С годами понимаешь, что география делу не поможет, поскольку счастье обусловлено внешними обстоятельствами в весьма небольшой степени. Это состояние души, вещь сугубо внутренняя.
Героиня романа связывает счастье с Австралией единственно потому, что более далекой точки на карте она не знает. Почему Брисбен? Оттого что красиво звучит, почти по-гриновски. Просто ей в свое время не сказали, что счастливым можно быть везде.
Герой от Киева до Петербурга
Львиную долю романа занимает Украина, от 70-х годов до майдана. Твой герой родился на Украине. Он утверждает, что русские и украинцы - один народ. Ты с ним согласен?
Евгений Водолазкин: Русская и украинская ветви восходят к одному стволу, и ответ на этот вопрос чрезвычайно сложен. Он зависит от точки зрения. Если смотреть с одной ветви на другую, они разные. Если видеть дерево в целом, оно одно. Таким его видел, например, Гоголь, соединявший украинский патриотизм с общерусским взглядом на мир. Я уважительно отношусь к обеим точкам зрения, но мне ближе идея русско-украинского единства. Важно, что дерево стоит и ветви его зеленеют, а взгляд на него - он может меняться.

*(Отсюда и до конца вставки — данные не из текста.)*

#pragma once
// Parameters from readings.

#include <tepor/c/impl/march.hpp>

struct tepor_fitted {
    tepor::Fitted fitted;
};

namespace tepor::c {

inline FitOptions fit_options_of(const tepor_fit_options* options) {
    tepor_fit_options o = tepor_fit_options_default();
    if (options) take(options, o);
    FitOptions how;
    how.weakest = o.weakest;
    how.tolerance = o.tolerance;
    how.most_passes = static_cast<Index>(o.most_passes);
    return how;
}

inline std::vector<FitBy> fit_by_of(const tepor_fit_by* by, std::size_t count) {
    std::vector<FitBy> out;
    for (std::size_t i = 0; i < count; ++i) {
        if (!by[i].parameter) misuse("a parameter of the fit is NULL");
        FitBy one{by[i].parameter->parameter, given(by[i].from), given(by[i].to), {}};
        if (by[i].prior_uncertainty != 0.0) one.prior = Prior{by[i].prior, by[i].prior_uncertainty};
        out.push_back(std::move(one));
    }
    return out;
}

inline std::vector<Condition> conditions_of(const tepor_condition* conditions, std::size_t count) {
    std::vector<Condition> out;
    if (count > 0 && !conditions) misuse("the conditions are NULL, though their number is not 0");
    for (std::size_t i = 0; i < count; ++i) {
        if (!conditions[i].parameter) misuse("the parameter of a condition is NULL");
        out.push_back({conditions[i].parameter->parameter, conditions[i].value});
    }
    return out;
}

inline const Quantity& quantity_of(const tepor_reading& reading) {
    if (!reading.quantity) misuse("the quantity of a reading is NULL");
    return reading.quantity->quantity;
}

inline void give_estimated(const Estimated& found, tepor_estimated* to) {
    tepor_estimated out{};
    out.value = found.value;
    out.uncertainty = found.uncertainty;
    out.low = found.low;
    out.high = found.high;
    give(out, to);
}

} // namespace tepor::c

extern "C" {

tepor_fit_options tepor_fit_options_default(void) {
    const tepor::FitOptions usual;
    tepor_fit_options o{};
    o.size = sizeof o;
    o.weakest = usual.weakest;
    o.tolerance = usual.tolerance;
    o.most_passes = usual.most_passes;
    return o;
}
tepor_status tepor_fit(tepor_session* session, const tepor_body* body, const tepor_fit_by* by, size_t by_count,
                       const tepor_reading* readings, size_t reading_count, const tepor_fit_options* options,
                       tepor_fitted** out) {
    return tepor::c::run(session, body && by && readings && out, [&] {
        std::vector<tepor::Reading> read;
        for (size_t i = 0; i < reading_count; ++i)
            read.push_back({tepor::c::quantity_of(readings[i]), readings[i].value, readings[i].uncertainty,
                            tepor::c::conditions_of(readings[i].conditions, readings[i].condition_count)});
        *out = new tepor_fitted{
            tepor::fit(body->body, tepor::c::fit_by_of(by, by_count), read, tepor::c::fit_options_of(options))};
    });
}
tepor_status tepor_fit_march(tepor_session* session, const tepor_body* body, double temperature,
                             const tepor_march_options* steps, const tepor_fit_by* by, size_t by_count,
                             const tepor_reading* readings, size_t reading_count, const tepor_fit_options* options,
                             tepor_fitted** out) {
    return tepor::c::run(session, body && steps && by && readings && out, [&] {
        std::vector<tepor::TimedReading> read;
        for (size_t i = 0; i < reading_count; ++i) {
            if (readings[i].condition_count != 0)
                tepor::c::misuse("readings of a march have no conditions; march each condition by itself");
            read.push_back(
                {tepor::c::quantity_of(readings[i]), readings[i].time, readings[i].value, readings[i].uncertainty});
        }
        const tepor_march_options o = tepor::c::options_of(steps);
        const tepor::Initial start = tepor::initial(temperature, tepor::c::phase_of(o));
        const std::vector<tepor::FitBy> parameters = tepor::c::fit_by_of(by, by_count);
        const tepor::FitOptions how = tepor::c::fit_options_of(options);
        *out = new tepor_fitted{o.step != 0.0
                                    ? tepor::fit(body->body, start, tepor::c::theta_of(o), parameters, read, how)
                                    : tepor::fit(body->body, start, tepor::c::adaptive_of(o), parameters, read, how)};
    });
}
void tepor_fitted_free(tepor_fitted* fitted) {
    delete fitted;
}
tepor_status tepor_fitted_value(tepor_session* session, const tepor_fitted* fitted, const tepor_parameter* parameter,
                                tepor_estimated* out) {
    return tepor::c::run(session, fitted && parameter && out,
                         [&] { tepor::c::give_estimated(fitted->fitted[parameter->parameter], out); });
}
tepor_status tepor_fitted_predict(tepor_session* session, const tepor_fitted* fitted, const tepor_quantity* quantity,
                                  const tepor_condition* conditions, size_t count, tepor_estimated* out) {
    return tepor::c::run(session, fitted && quantity && out, [&] {
        tepor::c::give_estimated(fitted->fitted.predict(quantity->quantity, tepor::c::conditions_of(conditions, count)),
                                 out);
    });
}
tepor_status tepor_fitted_predict_at(tepor_session* session, const tepor_fitted* fitted, const tepor_quantity* quantity,
                                     double time, const tepor_condition* conditions, size_t count,
                                     tepor_estimated* out) {
    return tepor::c::run(session, fitted && quantity && out, [&] {
        tepor::c::give_estimated(
            fitted->fitted.predict_at(quantity->quantity, time, tepor::c::conditions_of(conditions, count)), out);
    });
}
tepor_status tepor_fitted_agreement(tepor_session* session, const tepor_fitted* fitted, tepor_agreement* out) {
    return tepor::c::run(session, fitted && out, [&] {
        tepor_agreement found{};
        found.chi_square = fitted->fitted.chi_square();
        found.goodness = fitted->fitted.goodness();
        found.degrees_of_freedom = fitted->fitted.degrees_of_freedom();
        found.passes = fitted->fitted.passes();
        found.on_bounds = static_cast<int64_t>(fitted->fitted.on_bounds().size());
        tepor::c::give(found, out);
    });
}
tepor_status tepor_fitted_covariance(tepor_session* session, const tepor_fitted* fitted, double* covariance,
                                     size_t entries) {
    return tepor::c::run(session, fitted && covariance,
                         [&] { tepor::c::copy_out(fitted->fitted.covariance(), covariance, entries); });
}
tepor_status tepor_fitted_residuals(tepor_session* session, const tepor_fitted* fitted, double* residuals,
                                    size_t entries) {
    return tepor::c::run(session, fitted && residuals,
                         [&] { tepor::c::copy_out(fitted->fitted.residuals(), residuals, entries); });
}

} // extern "C"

Ты ведь тоже провел детство и юность в Киеве. Не холодно тебе в Петербурге? Вообще, какой город в мире - твой? Может быть, Мюнхен, которого тоже очень много в романе. Кстати, Петербурга, где ты давно живешь, там мало. Есть теория, что человек связан с местом своего рождения некой духовной пуповиной и подсознательно страдает в любом другом месте.
Евгений Водолазкин: Все названные тобой города я люблю. Но как-то так получалось, что после всех своих многочисленных поездок я возвращался в Петербург. В каком-то смысле мой приезд сюда 33 года назад тоже был возвращением: в начале ХХ века мой прадед был здесь директором гимназии. В Петербурге, конечно, холодновато и не так чтобы очень сухо. Но редкие солнечные дни дарят здесь ту радость, какую не способно дать круглогодичное тропическое солнце.
Человеку требуется умеренное противостояние природе, ведь наибольший уют - это тогда, когда ты в теплой комнате, а за окном - ненастье.
Известно, что украинские письменники люто ненавидели бывшего киевлянина Михаила Булгакова. А к тебе на нынешней Украине как относятся?
Евгений Водолазкин: Кажется, никак: мне говорили, что русские книги сейчас попадают на Украину с большим трудом. Я тоже знаком с современной украинской литературой весьма приблизительно, хотя литературу раннего периода знаю и люблю, поскольку окончил украинскую школу. Когда ситуация нормализуется - а я в это верю, - думаю, вернутся и литературные контакты.
Чехов и гениальный звук
Музыка... Она играет в романе ключевую роль. Есть даже песня с нотами, которую написала больная девочка Вера. Откуда такое знание музыкального мира? И вообще, что значит музыка в твоем романе?
Евгений Водолазкин: Я окончил музыкальную школу по классу домры, потом - гитары. Но это не дает мне права считать себя знатоком музыки. Я бы определил себя как человека любящего, но не претендующего на профессионализм. Музыка - один из языков романа. Слово имеет свои пределы, и когда они приближаются, начинает звучать язык музыки. С другой стороны, и музыка существует потому, что есть слово.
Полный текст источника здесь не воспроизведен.